» Task instructions: Where does the string "TRUE" appear in the records? Copy each line that holds it.

(Collected data entries)

————————

describe('recovered-file manifest', () => {
  async function recoveringCase(world: Awaited<ReturnType<typeof makeWorld>>) {
    const c = await paidCase(ctx, world, payments.fake.url);
    const res = await request(app).post(`/api/lab/cases/${c.id}/imaging`).set(auth(world.technician.token)).send({ bytesRead: 500_000_000_000, rateBytesPerSec: 0 });
    expect(res.status).toBe(201);
    return c;
  }

  it("groups the uploaded CSV into the customer's priorities by file type, marks the case ready for review and e-mails the customer", async () => {
    const world = await makeWorld();
    const c = await recoveringCase(world);

    const res = await request(app)
      .post(`/api/lab/cases/${c.id}/manifest`)
      .set(auth(world.technician.token))
      .attach('manifest', Buffer.from(manifestCsv), { filename: 'recovered.csv', contentType: 'text/csv' });

    expect(res.status).toBe(201);
    const body = labCaseDto.parse(res.body);
    expect(body.status).toBe('ready_for_review');
    expect(body.manifest).toMatchObject({ version: 1, fileCount: 6, review: { status: 'pending', at: null, note: null } });
    // The customer's priorities first, in their order (photos, documents); then the rest (mime-db: .mp3 is audio → other).
    expect(body.manifest!.categories.map((x) => [x.category, x.priority, x.files, x.intact, x.partial, x.unreadable])).toEqual([
      ['photos', 0, 3, 2, 1, 0],
      ['documents', 1, 2, 1, 0, 1],
      ['other', null, 1, 1, 0, 0],
    ]);
    expect(body.manifest!.categories[0]!.note).toBe('2019–2023 family photos');
    expect(body.manifest!.categories[1]!.examples).toEqual([
      { path: 'Documents/Taxes/2023-return.pdf', state: 'intact' },
      { path: 'Documents/Letters/To "Nan".docx', state: 'unreadable' },
    ]);
    expect(body.timeline.at(-1)).toMatchObject({ kind: 'files_ready', summary: expect.stringContaining('6 files (4 intact, 1 partly readable, 1 unreadable)') });
    await linkFromOutbox(ctx, c.customerEmail, 'customer_files_ready');
    const [blob] = await db.query(`SELECT content_hash, size_bytes FROM recovered_file_manifests WHERE referral_id = $1`, [c.id]);
    expect(blob.size_bytes).toBe(Buffer.byteLength(manifestCsv));
  });

  it('refuses a manifest with bad lines, naming each line, and saves nothing', async () => {
    const world = await makeWorld();
    const c = await recoveringCase(world);
    const bad = ['path,size,state', 'a.jpg,12,intact', 'b.jpg,twelve,intact', ',5,intact', 'c.jpg,5,lost', 'd.jpg,5'].join('\n');

    const res = await request(app)
      .post(`/api/lab/cases/${c.id}/manifest`)
      .set(auth(world.technician.token))
      .attach('manifest', Buffer.from(bad), { filename: 'recovered.csv', contentType: 'text/csv' });

    expect(res.status).toBe(400);
    expect(res.body.error.message).toBe('The file list has 4 problems; nothing was saved');
    expect(res.body.error.fields).toEqual([
      { path: 'manifest.line3.size', message: 'Line 3: size must be a whole number of bytes, found "twelve"' },
      { path: 'manifest.line4.path', message: 'Line 4: path is empty' },
      { path: 'manifest.line5.state', message: 'Line 5: state must be intact, partial or unreadable, found "lost"' },
      { path: 'manifest.line6', message: 'Line 6: expected 3 fields (path,size,state), found 2' },
    ]);
    for (const [bytes, message] of [
      [Buffer.from([0x70, 0x61, 0x74, 0x68, 0xff, 0xfe]), /not UTF-8/],
      [Buffer.from('path,size,state\n'), /no files/],
      [Buffer.from('name,bytes\nx,1\n'), /expected the header path,size,state/],
    ] as const) {
      const r = await request(app).post(`/api/lab/cases/${c.id}/manifest`).set(auth(world.technician.token)).attach('manifest', bytes, { filename: 'x.csv' });
      expect(r.status).toBe(400);
      expect(JSON.stringify(r.body.error.fields)).toMatch(message);
    }
    const missing = await request(app).post(`/api/lab/cases/${c.id}/manifest`).set(auth(world.technician.token)).send({});
    expect(missing.status).toBe(400);
    expect(missing.body.error.fields[0].path).toBe('manifest');
    expect(await count(`SELECT count(*) AS n FROM recovered_file_manifests WHERE referral_id = $1`, [c.id])).toBe(0);
    const [{ status }] = await db.query(`SELECT status FROM referrals WHERE id = $1`, [c.id]);
    expect(status).toBe('recovering');
  });

  it('is uploaded by the lab’s tooling with a lab key too, and cannot come before recovery', async () => {
    const world = await makeWorld();
    const early = await receivedCase(ctx, world);
    const tooEarly = await request(app)
      .post(`/api/lab/cases/${early.id}/manifest`)
      .set(auth(world.technician.token))
      .attach('manifest', Buffer.from(manifestCsv), { filename: 'recovered.csv' });
    expect(tooEarly.status).toBe(409);

    const c = await recoveringCase(world);
    const key = (await request(app).post('/api/lab/api-keys').set(auth(world.manager.token)).send({ name: 'Recovery suite' })).body.key as string;
    const res = await request(app)
      .post(`/api/lab/cases/${c.id}/manifest`)
      .set({ Authorization: `Bearer ${key}` })
      .attach('manifest', Buffer.from(manifestCsv), { filename: 'recovered.csv' });
    expect(res.status).toBe(201);
    expect(res.body.manifest.uploadedBy).toMatch(/Recovery suite/);
  });
});
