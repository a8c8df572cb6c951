#!/usr/bin/python3
"""Precision planning checks: P(|k/n - p| <= eps), its worst case over p, and
expected interval half-widths, by enumeration.

Writes ../power_precision.tsv with
  within  p eps target nmax first stable   (and the curve n, prob for n = 1..nmax)
  worst   eps n prob                       (infimum over p on a grid of 2e5 points
                                            plus one-sided limits 1e-11 from each
                                            candidate end point)
  ehw     method p n expected-half-width   (Wilson by its closed form, Clopper-Pearson
                                            by scipy.stats.beta quantiles, 95%)
Boundaries |k/n - p| <= eps are decided with exact fractions of the decimals.

Run: /usr/bin/python3 testdata/gen/power_precision.py   (from the repo root)
"""
import datetime, os
from fractions import Fraction
import numpy as np
import scipy
from scipy.stats import beta, binom, norm

WITHIN = [(0.3, 0.1, 0.95, 200), (0.5, 0.05, 0.90, 600), (0.1, 0.03, 0.95, 900)]
WORST = [(0.1, 60), (0.1, 97), (0.05, 200), (0.05, 385)]
EHW = [("wilson", 0.3, 50), ("wilson", 0.1, 200), ("clopper-pearson", 0.3, 50), ("clopper-pearson", 0.05, 300)]


def within(n, p, eps):
    pf, ef = Fraction(str(p)), Fraction(str(eps))
    k = np.arange(n + 1)
    ok = [abs(Fraction(int(i), n) - pf) <= ef for i in k]
    return float(binom.pmf(k, n, p)[np.array(ok)].sum())


def worst(n, eps):
    k = np.arange(n + 1)
    ps = list(np.linspace(1e-9, 0.5, 200001))
    for j in range(n + 2):
        for c in (j / n - eps, j / n + eps):
            ps += [c - 1e-11, c + 1e-11]
    best = 1.0
    for p in ps:
        if not (0 < p <= 0.5):
            continue
        m = np.abs(k / n - p) <= eps
        v = float(binom.pmf(k[m], n, p).sum())
        best = min(best, v)
    return best


def halfwidth(method, k, n):
    z = norm.ppf(0.975)
    if method == "wilson":
        ph = k / n
        c = (ph + z * z / (2 * n)) / (1 + z * z / n)
        h = z / (1 + z * z / n) * np.sqrt(ph * (1 - ph) / n + z * z / (4 * n * n))
        return h  # (U - L)/2, no clipping needed for Wilson
    lo = 0.0 if k == 0 else beta.ppf(0.025, k, n - k + 1)
    hi = 1.0 if k == n else beta.ppf(0.975, k + 1, n - k)
    return (hi - lo) / 2


def main():
    here = os.path.dirname(os.path.abspath(__file__))
    out = []
    heads = []
    for p, eps, target, nmax in WITHIN:
        vals = [within(n, p, eps) for n in range(1, nmax + 1)]
        first = next(i + 1 for i, v in enumerate(vals) if v >= target)
        stable = max(i + 1 for i, v in enumerate(vals) if v < target) + 1
        name = f"w{p}_{eps}"
        heads.append(f"# case {name}\tp={p}\teps={eps}\ttarget={target}\tnmax={nmax}\tfirst={first}\tstable={stable}")
        out += [f"within\t{name}\t{n}\t{v:.15g}" for n, v in enumerate(vals, 1)]
    for eps, n in WORST:
        out.append(f"worst\t{eps}\t{n}\t{worst(n, eps):.15g}")
    for method, p, n in EHW:
        k = np.arange(n + 1)
        e = sum(binom.pmf(int(i), n, p) * halfwidth(method, int(i), n) for i in k)
        out.append(f"ehw\t{method}\t{p}\t{n}\t{e:.15g}")
    with open(os.path.join(here, "..", "power_precision.tsv"), "w") as fh:
        fh.write("# Precision planning: exact P(|k/n - p| <= eps) per n, worst case over p, expected\n")
        fh.write("# 95% interval half-widths. Generator: /usr/bin/python3 testdata/gen/power_precision.py\n")
        fh.write(f"# Tool: SciPy {scipy.__version__}, NumPy {np.__version__}; date {datetime.date.today()}\n")
        for h in heads:
            fh.write(h + "\n")
        fh.write("\n".join(out) + "\n")


if __name__ == "__main__":
    main()
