#!/usr/bin/env Rscript
# Golden p-values for package test from R base (stats).
#
# Writes testdata/test_r.tsv. Rows (tab-separated):
#   binom    k n p0 alternative pvalue cp_lo cp_hi          binom.test (two-sided: point probability, tolerance 1e-7)
#   score1   k n p0 alternative correct pvalue lo hi        prop.test, one sample (score test, Wilson interval)
#   fisher   k1 n1 k2 n2 alternative pvalue                 fisher.test on matrix(c(k1, n1-k1, k2, n2-k2), 2)
#   score2   k1 n1 k2 n2 alternative correct statistic pvalue   prop.test, two samples (Pearson chi-square)
#   mcnemar  n12 n21 correct statistic pvalue               mcnemar.test
# Rows whose p-value is below 1e-300 are left out.
#
# Run from the repository root:  Rscript testdata/gen/test_r.R
options(scipen = 100)
alts <- c("two.sided", "less", "greater")
altname <- function(a) if (a == "two.sided") "two-sided" else a
num <- function(x) trimws(formatC(x, digits = 17, format = "g"))
out <- c("# Golden p-values for package test from R base (see the row layout in the generator).",
         "# Generator: Rscript testdata/gen/test_r.R",
         paste0("# Tool: ", R.version.string),
         paste0("# Date: ", format(Sys.Date())))
add <- function(...) out <<- c(out, paste(..., sep = "\t"))

for (n in c(1, 2, 4, 7, 12, 25, 40, 81, 150, 263, 999, 5000, 100000)) {
  for (p0 in c(0.5, 0.2, 0.05, 0.9, 0.37, 0.003)) {
    ks <- unique(pmin(n, pmax(0, round(c(0, 1, n / 4, n / 2, n * p0, n * p0 + 2 * sqrt(n * p0 * (1 - p0)), n - 1, n)))))
    for (k in ks) for (a in alts) {
      r <- binom.test(k, n, p0, alternative = a)
      if (r$p.value >= 1e-300)
        add("binom", k, n, num(p0), altname(a), num(r$p.value), num(r$conf.int[1]), num(r$conf.int[2]))
      for (cc in c(FALSE, TRUE)) {
        r <- suppressWarnings(prop.test(k, n, p0, alternative = a, correct = cc))
        if (r$p.value >= 1e-300)
          add("score1", k, n, num(p0), altname(a), cc, num(r$p.value), num(r$conf.int[1]), num(r$conf.int[2]))
      }
    }
  }
}
sizes <- list(c(3, 3), c(4, 6), c(8, 8), c(10, 25), c(20, 20), c(33, 41), c(100, 80), c(500, 700))
for (sz in sizes) {
  n1 <- sz[1]; n2 <- sz[2]
  for (k1 in unique(round(seq(0, n1, length.out = 6)))) for (k2 in unique(round(seq(0, n2, length.out = 6)))) {
    for (a in alts) {
      r <- fisher.test(matrix(c(k1, n1 - k1, k2, n2 - k2), 2), alternative = a)
      if (r$p.value >= 1e-300) add("fisher", k1, n1, k2, n2, altname(a), num(r$p.value))
      s <- k1 + k2
      if (s > 0 && s < n1 + n2) for (cc in c(FALSE, TRUE)) {
        r <- suppressWarnings(prop.test(c(k1, k2), c(n1, n2), alternative = a, correct = cc))
        if (r$p.value >= 1e-300) add("score2", k1, n1, k2, n2, altname(a), cc, num(r$statistic), num(r$p.value))
      }
    }
  }
}
for (b in c(0, 1, 2, 5, 9, 20, 60)) for (c in c(1, 3, 7, 15, 40, 100)) for (cc in c(FALSE, TRUE)) {
  if (b == c) next
  r <- mcnemar.test(matrix(c(10, c, b, 10), 2), correct = cc)
  add("mcnemar", b, c, cc, num(r$statistic), num(r$p.value))
}
writeLines(out, "testdata/test_r.tsv")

————————

» Exercise answer:
      for (cc in c(FALSE, TRUE)) {
      if (s > 0 && s < n1 + n2) for (cc in c(FALSE, TRUE)) {
for (b in c(0, 1, 2, 5, 9, 20, 60)) for (c in c(1, 3, 7, 15, 40, 100)) for (cc in c(FALSE, TRUE)) {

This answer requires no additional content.